Robinson’s interest in nurturing spirituality in early years learners has grown and evolved over the years.
“From a professional viewpoint it was really that the early years learning framework, which is mandated in Australia for early years educators to use, talked about the need to attend to children’s spirituality, so that’s a role of the educator, we recognise it’s a capacity, while children have a physical, a cognitive, a social-emotional, they also have a spiritual (capacity).
“And then I was working with preservice teachers in a unit around planning, and we would often plan looking at those different domains and what we would be doing to link curriculum to those domains of development, and we’d get to this box around spiritual and moral and unless people had a religious framework, they weren’t really sure what to put in there.
“So it started to just emerge as this gap that existed and I became really interested in it.”
Robinson says another of the compelling findings out of the research is that, while teachers can offer opportunities for spiritual promotion, it’s often child initiated.
“Children naturally engage with their spiritual capacity by wondering, by asking existential questions about why things are the way they are and the meaning of things, and they’re trying to find their place in the world all of the time,” she says.
“So when an educator is attuned to that, so they understand the value of those moments in connection to spirituality, then that educator is going to embrace them, they’re going to help that child to develop that sense of who they are, that they belong in the world, the person that they are, that they have connections with nature, appreciate nature, care for nature so that there’s something beyond the self - which is really central to spirituality.”
The researcher says the educator who understands that, is going to see all of those moments as being worthwhile and the educator who doesn’t, or doesn’t promote, recognise and understand spirituality, is going to move the child on to something that seems to be of more value which is usually an academic task.
The framework, the academic says, is perfectly set up to cater to educators who have very little experience in or understanding of spirituality.
“I think they’ll be pleasantly surprised that actually it’s a lot of things that maybe they’re already doing.

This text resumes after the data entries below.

"""The field sections of report.html: the annual statement to the system operator.  Every
text from the workbook is escaped (``html.escape``)."""

from __future__ import annotations

from .. import statement as stm
from ..check import ScenarioChecks
from .html import _table, _td, esc


def statement_section(cs: ScenarioChecks) -> str:
    df = stm.statement_table(cs)
    keys = [k for k, _ in stm.COLUMNS if k not in ("scenario", "made_from", "order")]
    fmts = {"pickup_hz": ".3f", "delay_s": ".3f", "rocof_hz_per_s": ".2f",
            "rocof_arm_hz": ".2f"}
    rows = []
    for r in df.to_dict("records"):
        cells = [f"<td>{esc(r[k])}</td>" if isinstance(r[k], str) else
                 _td(r[k], fmts.get(k, ".2f")) for k in keys]
        rows.append("<tr>" + "".join(cells) + "</tr>")
    return (f'<h2 id="statement">{esc(stm.TITLE)}</h2>'
            f"<p><strong>{esc(stm.CITATION)}.</strong> {esc(stm.EXPLANATION)}</p>"
            f'<p class="statement-basis">{esc(stm.statement_basis(cs))}</p>'
            + _table([stm.LABELS[k] for k in keys], rows)
            + f'<p class="small">{esc(stm.CAUTION)}</p>')
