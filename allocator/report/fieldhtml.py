"""The field sections of report.html: the annual statement to the system operator, the relay
work list and the visit order, rendered from one
:class:`~allocator.field.plan.FieldPlan` (the same tables as statement.csv, work_list.csv and
visit_order.csv).  Every text from the workbook is escaped (``html.escape``)."""

from __future__ import annotations

from .. import vocab
from ..field import statement as stm
from ..field.plan import FieldPlan
from ..field.visits import VisitOrder, order_words
from ..field.worklist import REMOTE_ACTION
from .htmlkit import esc, table, td


def statement_section(fp: FieldPlan) -> str:
    """The annual statement (statement.csv) with its citation, basis and caution."""
    df = fp.statement
    keys = [k for k, _ in stm.COLUMNS if k not in ("scenario", "made_from", "order")]
    fmts = {"pickup_hz": ".3f", "delay_s": ".3f", "rocof_hz_per_s": ".2f",
            "rocof_arm_hz": ".2f"}
    rows = []
    for r in df.to_dict("records"):
        cells = [f"<td>{esc(r[k])}</td>" if isinstance(r[k], str) else
                 td(r[k], fmts.get(k, ".2f")) for k in keys]
        rows.append("<tr>" + "".join(cells) + "</tr>")
    return (f'<h2 id="statement">{esc(stm.TITLE)}</h2>'
            f"<p><strong>{esc(stm.CITATION)}.</strong> {esc(stm.EXPLANATION)}</p>"
            f'<p class="statement-basis">{esc(fp.statement_basis)}</p>'
            + table([stm.LABELS[k] for k in keys], rows)
            + f'<p class="small">{esc(stm.CAUTION)}</p>')


def _setting_cells(r: dict, side: str) -> str:
    return (f"<td>{esc(r[side + '_block'])}</td>{td(r[side + '_pickup_hz'], '.3f')}"
            f"{td(r[side + '_delay_s'], '.3f')}{td(r[side + '_rocof_hz_per_s'], '.2f')}"
            f"{td(r[side + '_rocof_arm_hz'], '.2f')}")


def _work_row(r: dict) -> str:
    return (f"<tr>{td(r['visit'], 'd')}<td>{esc(r['substations'])}</td>"
            f"<td>{esc(r['feeders'])}</td><td>{esc(r['relay'])}</td>"
            f"<td>{esc(r['action'])}</td>{_setting_cells(r, 'now')}"
            f"{_setting_cells(r, 'new')}{td(r['moved_mean_mw'], '.2f')}"
            f"{td(r['moved_mw_at_block_lowest'], '.2f')}"
            f"<td>{esc(r['block_lowest_local_time'])}</td>{td(r['customers'], 'd')}"
            f"<td>{esc(r['priority'])}</td></tr>")


def _work_words(fp: FieldPlan, sc: str) -> str:
    c = fp.counts
    remote = (f" Then {vocab.count(c.remote_relays, 'relay')} set by remote schedule from the "
              "control room (action 'set remote schedule', no site visit; 'visit' is the step "
              "of the visit order at which the control room applies it; 'new: block' gives "
              "the block of each period)." if c.remote_relays else "")
    return (f"<p>{vocab.count(c.field_relays, 'relay').capitalize()} at "
            f"{vocab.count(c.substations, 'substation')} change setting in the field, one row "
            "per relay (a trip group is one relay: its row lists every feeder it trips), in "
            f"visit order.{remote} 'disarm' takes the relay's UFLS trip out of the scheme. "
            f"MW moved: the relay's tripped MW in scenario {esc(sc)}, as the mean over the year "
            "and at the interval of the lowest share of the block it goes to (for disarm: the "
            "block it leaves). The workbook's work_list sheet has sign-off columns and prints "
            "on one page wide.</p>")


def _work_list(fp: FieldPlan) -> str:
    df = fp.work_list
    if df.empty:
        return "<p>No relay changes: every relay keeps the setting it has now.</p>"
    field_rows = df[df["action"] != REMOTE_ACTION]
    sc = field_rows["mw_scenario"].iloc[0] if not field_rows.empty else ""
    heads = ["visit", "substation(s)", "feeder(s)", "relay kind", "action", "now: block",
             "now: pickup Hz", "now: delay s", "now: RoCoF Hz/s", "now: RoCoF arming Hz",
             "new: block", "new: pickup Hz", "new: delay s", "new: RoCoF Hz/s",
             "new: RoCoF arming Hz", f"MW moved: mean ({sc})",
             "MW moved at the block's lowest share", "time of that lowest share (local)",
             "customers", "priority site"]
    rows = [_work_row(r) for r in df.to_dict("records")]
    return _work_words(fp, sc) + table(heads, rows)


def _visit_order(order: VisitOrder, df) -> str:
    heads = ["visit", "substation", "relays", "feeders", "worst violation after it pp",
             "least room pp", "scenario", "block", "band edge", "local time", "status",
             "over the limit by pp"]
    rows = []
    for r in df.to_dict("records"):
        cls = "bad" if r["status"] == "breaks the band" else "good" if r["status"] == \
            "in band" else ""
        rows.append(f"<tr>{td(r['visit'], 'd')}<td>{esc(r['substation'])}</td>"
                    f"{td(r['relays'], 'd')}{td(r['feeders'], 'd')}"
                    f"{td(r['worst_violation_pp'], '.2f')}{td(r['least_room_pp'], '+.2f')}"
                    f"<td>{esc(r['scenario'])}</td><td>{esc(r['block'])}</td>"
                    f"<td>{esc(r['band_edge'])}</td><td>{esc(r['local_time'])}</td>"
                    f'<td class="{cls}">{esc(r["status"])}</td>'
                    f"{td(r['excess_over_limit_pp'], '.2f')}</tr>")
    return (f'<p class="visit-words">{esc(order_words(order))}</p>'
            f"<p>Limit: {order.limit_pp:.2f} pp (the worst violation of the allocation in "
            "service now, or 0 when it is in band). Visit 0 is the network as it is now. "
            "The order is judged on the scenarios named only.</p>" + table(heads, rows))


def work_sections(fp: FieldPlan) -> str:
    """The relay work list and the visit order (or why there are none)."""
    out = ['<h2 id="work-list">Relay work list (field work list)</h2>']
    if not fp.compares:
        return out[0] + ("<p>No relay changes: this report checks the allocation in service "
                         "now.</p>")
    out.append(_work_list(fp))
    if fp.order is not None and fp.order.visits:
        out += ['<h2 id="visit-order">Visit order</h2>', _visit_order(fp.order, fp.visits)]
    return "".join(out)
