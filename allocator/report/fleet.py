"""The fleet summary of a review as fleet_summary.csv, fleet_summary.xlsx and fleet.html.

One table (:func:`allocator.pipeline.review.summary_frame`): per study and block the verdict, the
lowest share, its scenario and local time (ISO 8601 with offset), the shortfall MWh; a study
that was not checked is one row with its status and message.  The page uses the reports'
style sheet and caution strip and links each checked study's own report.html.
"""

from __future__ import annotations

from pathlib import Path

import pandas as pd

from .. import vocab
from ..version import __version__
from ..safeio import write_csv
from .excel import time_cols
from .htmlkit import CAUTION_STRIP, CSS, esc, table, td
from .xlsxtable import Col, save, table_sheet

#: xlsx/HTML headers of the summary columns (the CSV keeps the machine names)
HEADS = {"study": "study", "status": "status", "study_verdict": "study verdict",
         "block": "block", "block_status": "block status", "min_pct": "band min %",
         "max_pct": "band max %", "min_share_pct": "lowest share %",
         "min_share_scenario": "lowest share scenario", "shortfall_mwh": "shortfall MWh",
         "seconds": "check s", "message": "message"}
_TEXT = {"study", "status", "study_verdict", "block", "block_status", "min_share_scenario",
         "message"}


def write_summary_xlsx(df: pd.DataFrame, path: Path) -> None:
    """One sheet ``fleet``: the summary with the local time as a date cell plus its offset."""
    from openpyxl import Workbook

    cols = []
    for c in df.columns:
        if c == "min_share_local_time":
            cols += time_cols("lowest share time", df[c].fillna("").tolist())
        else:
            cols.append(Col(HEADS[c], df[c].tolist(), "text" if c in _TEXT else "num",
                            None if c in _TEXT else "0.00"))
    wb = Workbook()
    wb.remove(wb.active)
    save(wb, path, [table_sheet(wb, "fleet", cols)])


def _row_html(r: dict, linked: set[str]) -> str:
    name = esc(r["study"])
    if r["study"] in linked:
        name = f'<a href="studies/{esc(r["study"])}/report.html">{name}</a>'
    bad = r["status"] != vocab.STUDY_CHECKED or r["study_verdict"] != vocab.COMPLIANT
    cls = "bad" if bad else "good"
    return ("<tr>" f"<td>{name}</td><td class=\"{cls}\">{esc(r['status'])}</td>"
            f"<td class=\"{cls}\">{esc(r['study_verdict'] or '')}</td>"
            f"<td>{esc(r['block'] or '')}</td><td>{esc(r['block_status'] or '')}</td>"
            + td(r["min_share_pct"]) + f"<td>{esc(r['min_share_scenario'] or '')}</td>"
            f"<td>{esc(r['min_share_local_time'] or '')}</td>" + td(r["shortfall_mwh"])
            + _message_td(r["message"]) + "</tr>")


def _message_td(message: str | None) -> str:
    """The study's messages as preformatted text (bad input lists one problem a line)."""
    return f'<td><pre class="expl">{esc(message)}</pre></td>' if message else "<td></td>"


def render_fleet_html(df: pd.DataFrame, run: dict, out: Path) -> str:
    """A short self-contained page: what was reviewed, the caution strip, the table."""
    linked = {s for s in df["study"].unique() if (out / "studies" / s / "report.html").exists()}
    rows = [_row_html(r, linked) for r in df.astype(object).where(df.notna(), None)
            .to_dict("records")]
    n, bad = df["study"].nunique(), df.loc[df["status"] != vocab.STUDY_CHECKED, "study"]
    title = "UFLS fleet review"
    heads = ["study", "status", "study verdict", "block", "block status", "lowest share %",
             "scenario", "lowest share local time", "shortfall MWh", "message"]
    return "".join([
        '<!DOCTYPE html><html lang="en"><head><meta charset="utf-8">',
        '<meta name="viewport" content="width=device-width, initial-scale=1">',
        '<meta http-equiv="Content-Security-Policy" content="default-src \'none\'; '
        'img-src data:; style-src \'unsafe-inline\'">',
        f"<title>{title}</title><style>{CSS}</style></head><body><h1>{title}</h1>",
        f'<p class="meta">{n} studies, {bad.nunique()} not checked; run '
        f"{esc(run.get('run_time', ''))} on {esc(run.get('cluster', ''))}; ufls-allocator "
        f"{esc(__version__)}. Per block the worst over every scenario of the study; the "
        "shortfall MWh is that of the worst scenario.</p>",
        CAUTION_STRIP + " Each study's own report carries its full cautions.</div>",
        table(heads, rows), "</body></html>"])


def write_fleet_files(df: pd.DataFrame, out: Path, run: dict) -> None:
    """fleet_summary.csv, fleet_summary.xlsx and fleet.html into ``out``."""
    write_csv(df, out / "fleet_summary.csv")
    write_summary_xlsx(df, out / "fleet_summary.xlsx")
    (out / "fleet.html").write_text(render_fleet_html(df, run, out), encoding="utf-8")
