# --------------------------------------------------------------------------------------------
# timestamps and alignment
# --------------------------------------------------------------------------------------------
def test_offset_naive_and_utc_forms_give_the_same_array(tmp_path):
    study = make_study(tmp_path)
    ts = intervals(study)
    rng = np.random.default_rng(1)
    vals = rng.normal(3.0, 1.0, size=(3, len(ts)))
    ids = study.feeder_ids[:3]
    a = read_metered(write_csv(tmp_path / "off.csv", long_frame(offset_text(ts), ids, vals)),
                     study, ts)
    b = read_metered(write_csv(tmp_path / "naive.csv", long_frame(naive_text(ts), ids, vals)),
                     study, ts)
    z = np.asarray(ts.strftime("%Y-%m-%dT%H:%M:%SZ"))
    c = read_metered(write_csv(tmp_path / "z.csv", long_frame(z, ids, vals)), study, ts)
    for m in (a, b, c):
        np.testing.assert_allclose(m.values_mw[:3], vals, rtol=0, atol=1e-12)
        assert np.isnan(m.values_mw[3:]).all()
        assert m.has_data.tolist() == [True] * 3 + [False] * 3
        assert m.total_mw is None
    # the naive file really has the repeated hour twice and no 02:xx on 30 March
    nt = naive_text(ts)
    assert (nt == "2025-10-26 02:00").sum() == 2  # summer time, then standard time
    assert not any(x.startswith("2025-03-30 02:") for x in nt)


def test_spring_transition_naive_local_without_skipped_hour(tmp_path):
    study = make_study(tmp_path)
    ts = intervals(study)
    # 29-31 March local hours, written by hand; 02:00 on the 30th does not exist
    local = [f"2025-03-{d:02d} {h:02d}:00" for d in (29, 30, 31) for h in range(24)
             if not (d == 30 and h == 2)]
    vals = np.arange(len(local), dtype=float)
    path = write_text(tmp_path / "spring.csv", ["timestamp,feeder_id,mw"] +
                      [f"{t},F01,{v}" for t, v in zip(local, vals)])
    m = read_metered(path, study, ts)
    row = m.values_mw[1]
    i01 = ts.get_loc(pd.Timestamp("2025-03-30T00:00Z"))  # local 01:00 CET
    i03 = ts.get_loc(pd.Timestamp("2025-03-30T01:00Z"))  # local 03:00 CEST (external: EU rule)
    assert i03 == i01 + 1
    assert row[i01] == local.index("2025-03-30 01:00")
    assert row[i03] == local.index("2025-03-30 03:00")
    start = i01 - 25  # local midnight 29 March (CET)
    assert np.isfinite(row[start:start + 24 + 23 + 24]).all()  # no hole at the skipped hour
    assert np.count_nonzero(np.isfinite(row)) == len(local) == 24 + 23 + 24
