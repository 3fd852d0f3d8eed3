"""The field sheets of report.xlsx: ``statement`` (the annual statement to the system
operator), ``work_list`` (one row per relay to change, in visit order) and ``visit_order``
(the worst violation after each substation visit).

The tables are small, so they are written cell by cell with openpyxl (text always as text,
never a formula: :func:`allocator.report.xlsxtable.put_text`).  Every sheet is set up for
printing (SpreadsheetML page setup, ECMA-376 Part 1 §18.3.1.63 ``pageSetup`` and §18.3.1.65
``pageSetUpPr``): landscape on A4, fitted to one page wide and as many pages down as it needs
(the same fit holds when the paper is switched to Letter), the header row repeated on every
page (print titles) and frozen on screen.
"""

from __future__ import annotations

import numpy as np
from openpyxl.styles import Alignment, Border, Font, Side
from openpyxl.utils import get_column_letter

from ..field import statement as stm
from ..field.plan import FieldPlan
from ..field.visits import VisitOrder, order_words
from .content import json_number
from .xlsxtable import HEADER_ALIGN, HEADER_BORDER, HEADER_FILL, HEADER_FONT, put, put_text

TITLE_FONT = Font(bold=True, size=14)
BOLD = Font(bold=True)
WRAP = Alignment(wrap_text=True, vertical="top")
BOX = Border(bottom=Side(style="thin", color="808080"))

#: where the new sheets go: right after the summary
AFTER = "summary"


def print_setup(ws, title_row: int, last_col: int) -> None:
    """Landscape A4, one page wide (any height), header row repeated and frozen."""
    ws.page_setup.orientation = ws.ORIENTATION_LANDSCAPE
    ws.page_setup.paperSize = ws.PAPERSIZE_A4
    ws.page_setup.fitToWidth = 1
    ws.page_setup.fitToHeight = 0
    ws.sheet_properties.pageSetUpPr.fitToPage = True
    ws.print_title_rows = f"{title_row}:{title_row}"
    ws.freeze_panes = f"A{title_row + 1}"
    ws.print_options.gridLines = True
    ws.page_margins.left = ws.page_margins.right = 0.4
    ws.oddFooter.center.text = "&P / &N"
    ws.print_area = f"A1:{get_column_letter(last_col)}{ws.max_row}"


def _grid(ws, top: int, heads: list[str], rows: list[tuple], fmts: list[str | None],
          widths: list[float] | None = None) -> int:
    """A header row at ``top`` and the rows under it; returns the next free row."""
    for j, h in enumerate(heads, 1):
        c = put_text(ws, top, j, h)
        c.font, c.fill, c.alignment, c.border = HEADER_FONT, HEADER_FILL, HEADER_ALIGN, \
            HEADER_BORDER
    for i, row in enumerate(rows, top + 1):
        for j, (v, f) in enumerate(zip(row, fmts), 1):
            put(ws, i, j, v, f)
    for j, h in enumerate(heads, 1):
        vals = [len(str(r[j - 1])) for r in rows if isinstance(r[j - 1], str)]
        w = widths[j - 1] if widths else max([min(len(h), 14), 8] + [min(v, 40) + 1
                                                                     for v in vals])
        ws.column_dimensions[get_column_letter(j)].width = w
    return top + 1 + len(rows)


def _nan(v):
    """A float as summary.json stores it (9 decimals; NaN empty), anything else as it is."""
    return json_number(v) if isinstance(v, (float, np.floating)) else v


def statement_sheet(wb, fp: FieldPlan) -> None:
    ws = wb.create_sheet("statement")
    s = fp.study.settings
    df = fp.statement
    put_text(ws, 1, 1, stm.TITLE).font = TITLE_FONT
    put_text(ws, 2, 1, f"{s.utility} - study year {s.year}")
    put_text(ws, 3, 1, stm.CITATION).font = BOLD
    for r, text in ((4, stm.EXPLANATION), (5, fp.statement_basis), (6, stm.CAUTION)):
        put_text(ws, r, 1, text).alignment = WRAP
        ws.merge_cells(start_row=r, start_column=1, end_row=r, end_column=len(stm.COLUMNS))
    ws.row_dimensions[4].height = 64
    heads = [stm.LABELS[k] for k, _ in stm.COLUMNS]
    fmts = [None, None, None, "0", "0.000", "0.000", "0.00", "0.00", "0.00", "0.00", None,
            "0.00", "0.00", "0.00", "0.00", None]
    rows = [tuple(_nan(v) for v in r) for r in df.itertuples(index=False)]
    widths = [12, 16, 10, 7] + [11] * 6 + [20] + [11] * 4 + [20]
    r = _grid(ws, 8, heads, rows, fmts, widths) + 1
    for label in ("prepared by", "checked by", "date"):
        put_text(ws, r, 1, label).font = BOLD
        for j in range(2, 5):
            ws.cell(row=r, column=j).border = BOX
        r += 2
    print_setup(ws, 8, len(heads))
    ws.freeze_panes = None  # the heading stays at the top of a short sheet anyway


WORK_HEADS = (
    ("visit", "visit", "0"), ("visit_substation", "visit at substation", None),
    ("substations", "substation(s)", None), ("feeders", "feeder(s)", None),
    ("relay", "relay kind", None), ("action", "action", None),
    ("now_block", "now: block", None), ("now_pickup_hz", "now: pickup Hz", "0.000"),
    ("now_delay_s", "now: time delay s", "0.000"),
    ("now_rocof_hz_per_s", "now: RoCoF setting Hz/s", "0.00"),
    ("now_rocof_arm_hz", "now: RoCoF arming Hz", "0.00"),
    ("new_block", "new: block", None), ("new_pickup_hz", "new: pickup Hz", "0.000"),
    ("new_delay_s", "new: time delay s", "0.000"),
    ("new_rocof_hz_per_s", "new: RoCoF setting Hz/s", "0.00"),
    ("new_rocof_arm_hz", "new: RoCoF arming Hz", "0.00"),
    ("moved_mean_mw", "MW moved: mean", "0.00"),
    ("moved_mw_at_block_lowest", "MW moved at the block's lowest share", "0.00"),
    ("block_lowest_local_time", "time of that lowest share (local)", None),
    ("customers", "customers", "0"), ("priority", "priority site", None),
    ("done_by", "done by", None), ("date", "date", None), ("checked_by", "checked by", None),
)


def work_list_sheet(wb, fp: FieldPlan) -> None:
    ws = wb.create_sheet("work_list")
    heads = [h for _, h, _ in WORK_HEADS]
    fmts = [f for _, _, f in WORK_HEADS]
    df = fp.work_list if fp.compares else None
    if df is None or df.empty:
        msg = ("No relay changes: this report checks the allocation in service now."
               if df is None else "No relay changes: every relay keeps the setting it has now.")
        rows = [(msg,) + (None,) * (len(heads) - 1)]
    else:
        sc = next((x for x in df["mw_scenario"] if x), "")
        keys = [k for k, _, _ in WORK_HEADS]
        for k in ("moved_mean_mw", "moved_mw_at_block_lowest"):
            heads[keys.index(k)] += f" ({sc})" if sc else ""
        rows = [tuple(_nan(v) for v in r)
                for r in df[[k for k, _, _ in WORK_HEADS]].itertuples(index=False)]
    widths = [6, 14, 14, 16, 12, 8] + [9] * 10 + [9, 10, 18, 9, 10, 12, 10, 12]
    _grid(ws, 1, heads, rows, fmts, widths)
    if df is None or df.empty:
        ws.column_dimensions["A"].width = 60
    print_setup(ws, 1, len(heads))
    ws.freeze_panes = "C2"


def visit_order_sheet(wb, order: VisitOrder | None, visits) -> None:
    ws = wb.create_sheet("visit_order")
    heads = ["visit", "substation", "relays", "feeders", "worst violation after the visit pp",
             "least room to a band edge pp", "scenario", "block", "band edge", "local time",
             "status", "over the limit by pp"]
    fmts = ["0", None, "0", "0", "0.00", "0.00", None, None, None, None, None, "0.00"]
    if order is None or not order.visits:
        rows = [("No visits: no relay setting changes in the field.",)
                + (None,) * (len(heads) - 1)]
        _grid(ws, 1, heads, rows, fmts)
        ws.column_dimensions["A"].width = 40
    else:
        rows = [tuple(_nan(v) for v in x) for x in visits.itertuples(index=False)]
        r = _grid(ws, 1, heads, rows, fmts,
                  [6, 16, 7, 8, 12, 12, 12, 8, 7, 20, 18, 10]) + 1
        put_text(ws, r, 1, order_words(order))
        put_text(ws, r + 1, 1, f"Limit: {order.limit_pp:.2f} pp (the worst violation of the "
                               "allocation in service now, or 0 when it is in band).")
    print_setup(ws, 1, len(heads))


def field_sheets(wb, fp: FieldPlan) -> None:
    """Add the statement, work_list and visit_order sheets right after the summary."""
    statement_sheet(wb, fp)
    work_list_sheet(wb, fp)
    visit_order_sheet(wb, fp.order, fp.visits)
    at = wb.sheetnames.index(AFTER) + 1 if AFTER in wb.sheetnames else len(wb.sheetnames)
    for k, name in enumerate(("statement", "work_list", "visit_order")):
        wb.move_sheet(name, offset=at + k - wb.sheetnames.index(name))
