"""``report.html``: one self-contained page that opens offline.

Pictures are embedded as ``data:image/png;base64`` URIs, the style sheet is inline, there is
no script, no web font and no link to anything outside the file.  Every piece of text that
comes from the workbook or the plan is escaped with :func:`html.escape`.
"""

from __future__ import annotations

import base64
from pathlib import Path


from .. import vocab
from ..version import __version__
from ..check import Check, ScenarioChecks, exporting_feeders
from ..check import as_set
from ..files import stacked
from ..runrecord import SIGN_OFF
from . import content
from .htmlkit import CAUTION_STRIP, CSS, band_cls, esc, kv, num, table, td

#: windows listed in the page (all of them are in the workbook)
WINDOWS_SHOWN = 25

def _verdict_box(cs: ScenarioChecks, label: str) -> str:
    from ..check import verdict_covers

    ok = cs.compliant
    word = vocab.headline(ok)
    return (f'<div class="verdict {"ok" if ok else "bad"}"><div class="small">{esc(label)}'
            f'</div><div class="word">{word}</div><p>{esc(content.verdict_words_set(cs))}</p>'
            f'<p class="small">{esc(verdict_covers(cs))}</p></div>')


def _scenario_table(cs: ScenarioChecks) -> str:
    heads = ["scenario", "PV", "PV scale", "load scale", "calendar year", "all blocks in band "
             "% of intervals", "worst distance outside band pp", "verdict"]
    rows = []
    for c in cs.checks:
        i = c.year.scenario_info
        bad = [s.block for s in c.stats if not s.compliant]
        rows.append(f"<tr><td>{esc(c.scenario)}</td><td>{esc(i.get('pv', c.year.source))}</td>"
                    f"{td(i.get('pv_scale', 1.0), 'g')}{td(i.get('load_scale', 1.0), 'g')}"
                    f"{td(c.year.calendar_year, 'd')}{td(100 * c.all_in_band_fraction, '.1f')}"
                    f"{td(c.worst_violation_pp, '.2f')}"
                    f'<td class="{"good" if c.compliant else "bad"}">'
                    f'{vocab.compliance_word(c.compliant)}'
                    f'{": " + esc(", ".join(bad)) if bad else ""}'
                    "</td></tr>")
    return table(heads, rows)
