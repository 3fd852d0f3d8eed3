"""The planner's levels, solved one after the other (lexicographic, no weights).

Every level works on the *columns* of :mod:`.units`: the intervals with demand > 0 of every
scenario's year, so "every interval" means every interval of every scenario.

Level 1 minimises the worst band violation z (relative to target, with the band narrowed by
``band_margin_pp``) over the columns held in the model.  Any subset of columns gives a
*relaxation* of the full problem, so the model's optimum (or its dual bound) is a valid lower
bound for all scenarios together; when the check over every column finds nothing worse than
the model's z, the plan is optimal for every scenario.  Otherwise the worst columns of each
block are added and the model is solved again (interval rounds).

The later levels hold ``z ≤ z*`` on every column (re-verified on the full set after each
solve, with more columns added when needed).  Their order is the setting ``objective``:

* ``fewest_changes`` (default): level 2 minimises the relays whose setting changes (a trip
  group is one relay) with the same interval rounds, so its bound is valid for every
  scenario too ("at least N changes are needed"); level 3 minimises the mean absolute
  deviation from target with the change count held, by neighbourhood search (a local
  optimum, never called optimal).
* ``closest_to_target``: level 2 minimises the mean absolute deviation (neighbourhood
  search), level 3 the relays changed within ``deviation_tolerance_pct`` of level 2's
  deviation.

With ``exporting_standard_relays = avoid`` a level between 1 and 2 minimises how many
exporting feeders on standard relays stay armed (only where disarming them would break the
band); that count is then held as a cap.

“That was the other thing we were really conscious of (in developing the framework) – this isn’t another thing for educators who are already overwhelmed with curriculum changes and the amount of documentation they now have to do, this is about recognising that some of the practices that perhaps you’re engaged in already, because you think it’s good practice, is actually underpinned by research around spirituality specifically.”
A good example that, she says, is early childhood educators now are really aware of the value of nature and how important nature experience and nature play is for children.
“But why is that? So looking at that from a spiritual lens of when people feel connected to the world, they’ll care for the world, they’ll appreciate the world and in times of stress they’ll go out and sit and look at the world, whether it be the beach or the bush or whatever.”
Robinson says spirituality is about wonder, connection, identity and meaning – and it deserves a place in every early learning environment.
“Our hope is that the early learning sector recognise spirituality beyond religion, to understand the connection between spiritualty as a part of being human.
“If this can happen, we really can attend to the whole child.”